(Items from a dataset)
════
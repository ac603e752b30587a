package quant

import (
	"math"
	"math/big"
	"math/rand/v2"
	"strings"
	"testing"

	"github.com/plumbref/plumb/compare"
	"github.com/plumbref/plumb/internal/expect"
	"github.com/plumbref/plumb/internal/expect/ensure"
	"github.com/plumbref/plumb/internal/surface"
)

func rat(x float64) *big.Rat { return new(big.Rat).SetFloat64(x) }

// exactNearest is round(x/s) by exact rational arithmetic: the reference
// nearest is checked against.
func exactNearest(x, s float64, mode Rounding) int {
	q := new(big.Rat).Quo(rat(x), rat(s))
	fl := new(big.Int).Div(q.Num(), q.Denom()) // floor (Euclidean division, positive denominator)
	frac := new(big.Rat).Sub(q, new(big.Rat).SetInt(fl))
	k := int(fl.Int64())
	switch frac.Cmp(big.NewRat(1, 2)) {
	case 1:
		k++
	case 0:
		if mode == HalfAway && q.Sign() > 0 || mode == HalfEven && k%2 != 0 {
			k++
		}
	}
	return k
}

func TestNearestMatchesExactRationals(t *testing.T) {
	// Hand-derived ties (IEEE 754-2019 §4.3.1: ties to even, ties away).
	for _, c := range []struct {
		x          float64
		even, away int
	}{{2.5, 2, 3}, {-2.5, -2, -3}, {3.5, 4, 4}, {-3.5, -4, -4}, {0.5, 0, 1}, {-0.5, 0, -1}, {1.25, 1, 1}} {
		expect.Equal(t, c.even, nearest(c.x, 1, HalfEven), "nearest(%v, 1, half-even)", c.x)
		expect.Equal(t, c.away, nearest(c.x, 1, HalfAway), "nearest(%v, 1, half-away)", c.x)
	}
	r := rand.New(rand.NewPCG(1, 2))
	for range 20000 {
		s := float64(float32(math.Ldexp(1+r.Float64(), r.IntN(40)-20)))
		k := r.IntN(513) - 256
		x := float64(k) * s
		switch r.IntN(3) {
		case 0: // an exact tie
			x = (float64(k) + 0.5) * s
		case 1: // next to a tie
			x = math.Nextafter((float64(k)+0.5)*s, math.Inf(r.IntN(2)*2-1))
		default:
			x += (r.Float64() - 0.5) * s
		}
		for _, mode := range []Rounding{HalfEven, HalfAway} {
			if got, want := nearest(x, s, mode), exactNearest(x, s, mode); got != want {
				t.Fatalf("nearest(%v, %v, %v) = %d; exact %d", x, s, mode, got, want)
			}
		}
	}
}

// schemes lists every combination of the conventions with an integer zero
// point (or none) and the absolute-maximum rule, with group size g.
func schemes(g int) []Scheme {
	var out []Scheme
	for _, sy := range []Symmetry{Symmetric, Asymmetric} {
		for _, gr := range Granularity(0).Values() {
			for _, ch := range Channel(0).Values() {
				for _, w := range Width(0).Values() {
					for _, rg := range Range(0).Values() {
						for _, ro := range Rounding(0).Values() {
							for _, sc := range ScaleFormat(0).Values() {
								out = append(out, Scheme{Symmetry: sy, Granularity: gr, Channel: ch, Group: g, Width: w, Range: rg, Rounding: ro, Scale: sc})
							}
						}
					}
				}
			}
		}
	}
	return out
}

// randomTensor returns rows·cols values of varied magnitudes, with ties of
// the codes likely (multiples of 2^−4) and an outlier now and then.
func randomTensor(r *rand.Rand, n int) []float64 {
	x := make([]float64, n)
	for i := range x {
		switch r.IntN(4) {
		case 0:
			x[i] = float64(r.IntN(257)-128) / 16
		case 1:
			x[i] = r.NormFloat64() * 100
		default:
			x[i] = r.NormFloat64() * math.Ldexp(1, r.IntN(20)-10)
		}
	}
	return x
}

func TestRoundTripWithinBoundForEveryScheme(t *testing.T) {
	r := rand.New(rand.NewPCG(3, 4))
	const rows, cols = 6, 8
	for _, s := range schemes(2) {
		for trial := range 4 {
			x := randomTensor(r, rows*cols)
			if trial == 3 {
				x = make([]float64, rows*cols) // all zeros
			}
			q, err := Quantise(x, rows, cols, s)
			ensure.NoError(t, err, "%+v", s)
			xhat, err := Dequantise(q)
			ensure.NoError(t, err)
			bound, err := Bound(q)
			ensure.NoError(t, err)
			lo, hi := s.Limits()
			for i := range x {
				// |x − x̂| ≤ s/2, exactly.
				d := new(big.Rat).Sub(rat(x[i]), rat(xhat[i]))
				if d.Abs(d).Cmp(rat(bound[i])) > 0 {
					t.Fatalf("%+v: x[%d] = %v, x̂ = %v: error beyond the bound %v", s, i, x[i], xhat[i], bound[i])
				}
				if c := int(q.Codes[i]); c < lo || c > hi {
					t.Fatalf("%+v: code %d outside %d..%d", s, c, lo, hi)
				}
			}
			// The scale rule: s is of the format and ≥ the exact quotient;
			// the format value below s is < it (float formats), or s/2 is
			// (powers of two above 2^−127).
			g, _ := newGrid("test", rows, cols, s)
			amax, xmin, xmax := make([]float64, g.blocks), make([]float64, g.blocks), make([]float64, g.blocks)
			for i, v := range x {
				b := g.block(i/cols, i%cols)
				amax[b], xmin[b], xmax[b] = max(amax[b], math.Abs(v)), min(xmin[b], v), max(xmax[b], v)
			}
			for b, sc := range q.Scales {
				ensure.True(t, s.Scale.contains(sc), "%+v: scale %v", s, sc)
				exact := new(big.Rat).Quo(rat(amax[b]), big.NewRat(int64(hi), 1))
				if s.Symmetry == Asymmetric {
					exact.Quo(new(big.Rat).Sub(rat(xmax[b]), rat(xmin[b])), big.NewRat(int64(hi-lo), 1))
				}
				if exact.Sign() == 0 {
					expect.Equal(t, 1.0, sc, "a block of zeros takes the scale 1")
					continue
				}
				expect.True(t, rat(sc).Cmp(exact) >= 0, "%+v: scale %v below the exact quotient %v", s, sc, exact.FloatString(20))
				below := sc / 2
				if f, ok := s.Scale.format(); ok {
					below = math.Nextafter(sc, 0)
					below = f.Round(below)
					if below == sc {
						below -= f.ULP(math.Nextafter(sc, 0))
					}
				}
				if s.Scale != ScalePow2 || sc > math.Ldexp(1, minPow2) {
					expect.True(t, rat(below).Cmp(exact) < 0, "%+v: scale %v is not the smallest ≥ %v", s, sc, exact.FloatString(20))
				}
			}
			// Codes round trip: x̂/s + z gives the codes back, exactly.
			for i := range x {
				b := g.block(i/cols, i%cols)
				expect.Equal(t, float64(q.Codes[i]), xhat[i]/q.Scales[b]+float64(q.zero(b)))
			}
		}
	}
}

func TestQuantise32IsQuantiseOfWidened(t *testing.T) {
	r := rand.New(rand.NewPCG(5, 6))
	x := randomTensor(r, 4*8)
	x32 := make([]float32, len(x))
	for i, v := range x {
		x32[i] = float32(v)
		x[i] = float64(x32[i])
	}
	for _, s := range schemes(4)[:64] {
		a, err := Quantise(x, 4, 8, s)
		ensure.NoError(t, err)
		b, err := Quantise32(x32, 4, 8, s)
		ensure.NoError(t, err)
		expect.Equal(t, a, b)
	}
}

func TestQuantiseWorkedValues(t *testing.T) {
	// Hand derivation: int4 symmetric, amax 7, 7/7 = 1, float32 scale 1;
	// −3.5 and 2.5 are ties.
	x := []float64{-3.5, 2.5, 0.25, 7}
	for _, c := range []struct {
		mode Rounding
		want []int8
	}{{HalfEven, []int8{-4, 2, 0, 7}}, {HalfAway, []int8{-4, 3, 0, 7}}} {
		q, err := Quantise(x, 1, 4, Scheme{Width: Int4, Rounding: c.mode})
		ensure.NoError(t, err)
		expect.Equal(t, c.want, q.Codes, c.mode)
		expect.Equal(t, []float64{1}, q.Scales)
	}
	// Hand derivation: asymmetric int8 on [−1, 254]: s = 255/255 = 1,
	// z = −128 − round(−1) = −127; 10.5 is a tie, to even 10, code −117.
	q, err := Quantise([]float64{-1, 254, 0, 10.5}, 1, 4, Scheme{Symmetry: Asymmetric})
	ensure.NoError(t, err)
	expect.Equal(t, []int8{-128, 127, -127, -117}, q.Codes)
	expect.Equal(t, []int8{-127}, q.Zeros)
	expect.Equal(t, []float64{1}, q.Scales)
	// Hand derivation: amax 1, 1/127 = 0.0078740…; bfloat16 near it has the
	// spacing 2^−14 (binade [2^−7, 2^−6)), and 2^14/127 = 129.0079…, so the
	// nearest is 129·2^−14 < 1/127 and the scale rounds up to 130·2^−14;
	// 1/s = 8192/65 = 126.03 gives the code 126, not 127.
	q, err = Quantise([]float64{1, -0.5}, 1, 2, Scheme{Scale: ScaleBFloat16})
	ensure.NoError(t, err)
	expect.Equal(t, []float64{130.0 / 16384}, q.Scales)
	expect.Equal(t, []int8{126, -63}, q.Codes)
	// Hand derivation: powers of two: 1/127 lies in (2^−7, 2^−6], s = 2^−6.
	q, err = Quantise([]float64{1}, 1, 1, Scheme{Scale: ScalePow2})
	ensure.NoError(t, err)
	expect.Equal(t, []float64{1.0 / 64}, q.Scales)
	expect.Equal(t, []int8{64}, q.Codes)
	// Per-group along the rows of [2, 4], groups of 2: blocks
	// (0,0–1) (0,2–3) (1,0–1) (1,2–3), amax 127, 254, 63.5, 508, chosen so
	// that every scale is exact: 127/127 = 1, 254/127 = 2, 63.5/127 = 0.5,
	// 508/127 = 4.
	q, err = Quantise([]float64{127, 1, 2, -254, 63.5, 0, 508, 4}, 2, 4, Scheme{Granularity: PerGroup, Group: 2})
	ensure.NoError(t, err)
	expect.Equal(t, []float64{1, 2, 0.5, 4}, q.Scales)
	expect.Equal(t, []int8{127, 1, 1, -127, 127, 0, 127, 1}, q.Codes)
	// The same down the columns, groups of 2 rows: blocks are the columns,
	// amax 127, 1, 508, 254. Column 1: 1/127 in the float32 binade
	// [2^−7, 2^−6) of spacing 2^−30 is 2^30/127 = 8454660.03… steps, so the
	// scale rounds up to 8454661·2^−30.
	q, err = Quantise([]float64{127, 1, 2, -254, 63.5, 0, 508, 4}, 2, 4, Scheme{Granularity: PerGroup, Channel: ChannelCols, Group: 2})
	ensure.NoError(t, err)
	expect.Equal(t, []float64{1, 8454661.0 / (1 << 30), 4, 2}, q.Scales)
}

func TestErrorsNameTheArgument(t *testing.T) {
	good, err := Quantise([]float64{1, 2, 3, 4}, 2, 2, Scheme{Symmetry: Asymmetric})
	ensure.NoError(t, err)
	with := func(f func(*Tensor)) Tensor {
		c := good
		c.Codes = append([]int8(nil), good.Codes...)
		c.Scales = append([]float64(nil), good.Scales...)
		c.Zeros = append([]int8(nil), good.Zeros...)
		f(&c)
		return c
	}
	for _, c := range []struct {
		name string
		t    Tensor
		want error
		msg  string
	}{
		{"zero scale", with(func(t *Tensor) { t.Scales[0] = 0 }), ErrScale, "quant: invalid scale: Dequantise: Tensor.Scales[0] = 0; want a positive finite float32 value"},
		{"negative scale", with(func(t *Tensor) { t.Scales[0] = -1 }), ErrScale, ""},
		{"NaN scale", with(func(t *Tensor) { t.Scales[0] = math.NaN() }), ErrScale, ""},
		{"Inf scale", with(func(t *Tensor) { t.Scales[0] = math.Inf(1) }), ErrScale, ""},
		{"scale not float32", with(func(t *Tensor) { t.Scales[0] = 0.1 }), ErrScale, ""},
		{"scale not pow2", with(func(t *Tensor) { t.Scheme.Scale = ScalePow2; t.Scales[0] = 3 }), ErrScale, ""},
		{"code beyond clipped", with(func(t *Tensor) { t.Scheme.Range = RangeClipped; t.Codes[1] = -128 }), ErrCode, "quant: code out of range: Dequantise: Tensor.Codes[1] = -128; want -127 ≤ code ≤ 127"},
		{"int4 code", with(func(t *Tensor) { t.Scheme.Width = Int4; t.Codes[0], t.Zeros[0] = 8, 0 }), ErrCode, ""},
		{"zero point", with(func(t *Tensor) { t.Scheme.Width = Int4; t.Codes = []int8{0, 0, 0, 0}; t.Zeros[0] = -9 }), ErrCode, ""},
		{"codes length", with(func(t *Tensor) { t.Codes = t.Codes[:3] }), ErrLength, "quant: length mismatch: Dequantise: Tensor has 3 elements; want Rows·Cols = 2·2 = 4"},
		{"scales length", with(func(t *Tensor) { t.Scales = nil }), ErrLength, ""},
		{"zeros when symmetric", with(func(t *Tensor) { t.Scheme.Symmetry = Symmetric }), ErrLength, ""},
		{"group", with(func(t *Tensor) { t.Scheme.Granularity, t.Scheme.Group = PerGroup, 3 }), ErrGroup, "quant: invalid group: Dequantise: Scheme.Group = 3; want a divisor of Cols = 2"},
		{"group 0", with(func(t *Tensor) { t.Scheme.Granularity = PerGroup }), ErrGroup, ""},
		{"option", with(func(t *Tensor) { t.Scheme.Rounding = 7 }), ErrOption, ""},
		{"shape", with(func(t *Tensor) { t.Rows = -1 }), ErrSize, ""},
	} {
		_, err := Dequantise(c.t)
		expect.ErrorIs(t, err, c.want, c.name)
		if c.msg != "" {
			expect.EqualError(t, err, c.msg, c.name)
		}
		_, err = Bound(c.t)
		expect.ErrorIs(t, err, c.want, c.name)
	}
	_, err = Quantise([]float64{1, math.NaN()}, 1, 2, Scheme{})
	expect.EqualError(t, err, "quant: value cannot be quantised: Quantise: x[1] = NaN; want a finite value")
	_, err = Quantise([]float64{1e9}, 1, 1, Scheme{Scale: ScaleBinary16})
	expect.ErrorIs(t, err, ErrValue, "1e9/127 is beyond binary16's 65504")
	_, err = Quantise([]float64{1e300, -1e300}, 1, 2, Scheme{Symmetry: Asymmetric})
	expect.ErrorIs(t, err, ErrValue, "2e300 overflows")
	_, err = Quantise(make([]float64, 12), 2, 6, Scheme{Granularity: PerGroup, Group: 4})
	expect.EqualError(t, err, "quant: invalid group: Quantise: Scheme.Group = 4; want a divisor of Cols = 6")
	_, err = Quantise(make([]float64, 5), 2, 3, Scheme{})
	expect.ErrorIs(t, err, ErrLength)
	_, err = Quantise(nil, 1<<20, 1<<20, Scheme{})
	expect.ErrorIs(t, err, ErrSize, "2^40 elements")
	_, err = Quantise32([]float32{1}, 1, 1, Scheme{Width: 3})
	expect.ErrorIs(t, err, ErrOption)
	expect.Contains(t, err.Error(), "Quantise32: Scheme.Width")
}

func TestEmptyTensors(t *testing.T) {
	q, err := Quantise(nil, 0, 5, Scheme{Granularity: PerChannel, Channel: ChannelCols})
	ensure.NoError(t, err)
	expect.Equal(t, []float64{1, 1, 1, 1, 1}, q.Scales, "a column of no elements is a block of zeros")
	x, err := Dequantise(q)
	ensure.NoError(t, err)
	expect.Len(t, x, 0)
}

func TestWordsRoundTrip(t *testing.T) {
	var s Symmetry
	for _, v := range s.Values() {
		b, err := v.MarshalText()
		ensure.NoError(t, err)
		var got Symmetry
		ensure.NoError(t, got.UnmarshalText(b))
		expect.Equal(t, v, got)
	}
	var sc ScaleFormat
	expect.ErrorIs(t, sc.UnmarshalText([]byte("float8")), ErrOption)
	expect.Equal(t, "symmetric-clipped", RangeClipped.String())
	expect.Equal(t, "e2m1", ElemE2M1.String())
	expect.ErrorIs(t, Element(9).Check(), ErrOption)
}

// The float32 rule: every exported function that takes or returns float
// tensors has a twin …32, but for those that take codes and return float64
// values exact or rounded once (the rule at Dequantise).
func TestFloat32Twins(t *testing.T) {
	twinned, problems, err := surface.Twins(".", strings.NewReplacer("float64", "float32"))
	ensure.NoError(t, err)
	codesIn := []string{"Dequantise", "DequantiseFP8", "Bound", "DecodeMX", "BoundMX", "DotMX", "MatMulInt8"}
	var left []string
	for _, p := range problems {
		exempt := false
		for _, name := range codesIn {
			exempt = exempt || strings.HasPrefix(p, name+" ")
		}
		if !exempt {
			left = append(left, p)
		}
	}
	expect.Empty(t, left)
	for _, name := range []string{"BoundOf", "EncodeMX", "Quantise", "QuantiseFP8", "SQNR", "WeightOnly"} {
		expect.Contains(t, twinned, name)
	}
}

func TestHugeEmptyShapesAreRefused(t *testing.T) {
	// [2^40, 0] holds no element but would need 2^40 per-row scales.
	_, err := Quantise(nil, 1<<40, 0, Scheme{Granularity: PerChannel})
	expect.ErrorIs(t, err, ErrSize)
	_, err = Dequantise(Tensor{Rows: 0, Cols: 1 << 40, Scheme: Scheme{Granularity: PerChannel, Channel: ChannelCols}})
	expect.ErrorIs(t, err, ErrSize)
	_, err = WeightOnly(nil, 1<<40, Tensor{Rows: 0, Cols: 1, Scales: []float64{1}}, 0)
	expect.ErrorIs(t, err, ErrSize)
}

// Random, mostly invalid tensors and blocks: every call returns, with a
// result or an error, and never panics.
func TestNoPanicOnBadInput(t *testing.T) {
	r := rand.New(rand.NewPCG(19, 20))
	pick := func(vals ...float64) float64 { return vals[r.IntN(len(vals))] }
	for range 3000 {
		rows, cols := r.IntN(4)-1, r.IntN(4)-1
		tn := Tensor{Rows: rows, Cols: cols, Scheme: Scheme{
			Symmetry: Symmetry(r.IntN(3)), Granularity: Granularity(r.IntN(4)), Channel: Channel(r.IntN(3)),
			Group: r.IntN(4) - 1, Width: Width(r.IntN(3)), Range: Range(r.IntN(3)), Rounding: Rounding(r.IntN(3)), Scale: ScaleFormat(r.IntN(5)),
		}}
		for range r.IntN(10) {
			tn.Codes = append(tn.Codes, int8(r.IntN(256)-128))
		}
		for range r.IntN(4) {
			tn.Scales = append(tn.Scales, pick(0, -1, 1, 0.5, math.NaN(), math.Inf(1), 0.1))
			tn.Zeros = append(tn.Zeros, int8(r.IntN(20)-10))
		}
		if r.IntN(2) == 0 {
			tn.Zeros = nil
		}
		_, _ = Dequantise(tn)
		_, _ = Bound(tn)
		_, _, _ = MatMulInt8(tn, tn)
		_, _ = WeightOnly(make([]float64, r.IntN(10)), r.IntN(3), tn, compare.Format(r.IntN(8)-1))
		x := make([]float64, r.IntN(10))
		for i := range x {
			x[i] = pick(0, 1, -1e300, 1e-300, math.NaN(), math.Inf(-1), 3.5)
		}
		_, _ = Quantise(x, rows, cols, tn.Scheme)
		b := MXBlock{Element: Element(r.IntN(8)), Scale: uint8(r.IntN(256))}
		for i := range b.Bits {
			b.Bits[i] = uint8(r.IntN(256))
		}
		_, _ = DecodeMX([]MXBlock{b})
		_, _ = BoundMX([]MXBlock{b})
		_, _ = DotMX([]MXBlock{b}, []MXBlock{b})
		_, _ = Unpack4(make([]byte, r.IntN(4)), r.IntN(8)-1, Packing{NibbleOrder(r.IntN(3)), NibbleCode(r.IntN(3))})
	}
}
════
* [WORK ORDER]:
Copy every line of the data above in which the string "Hand" appears.

* [SOLUTION TO THE EXERCISE]:
	// Hand-derived ties (IEEE 754-2019 §4.3.1: ties to even, ties away).
	// Hand derivation: int4 symmetric, amax 7, 7/7 = 1, float32 scale 1;
	// Hand derivation: asymmetric int8 on [−1, 254]: s = 255/255 = 1,
	// Hand derivation: amax 1, 1/127 = 0.0078740…; bfloat16 near it has the
	// Hand derivation: powers of two: 1/127 lies in (2^−7, 2^−6], s = 2^−6.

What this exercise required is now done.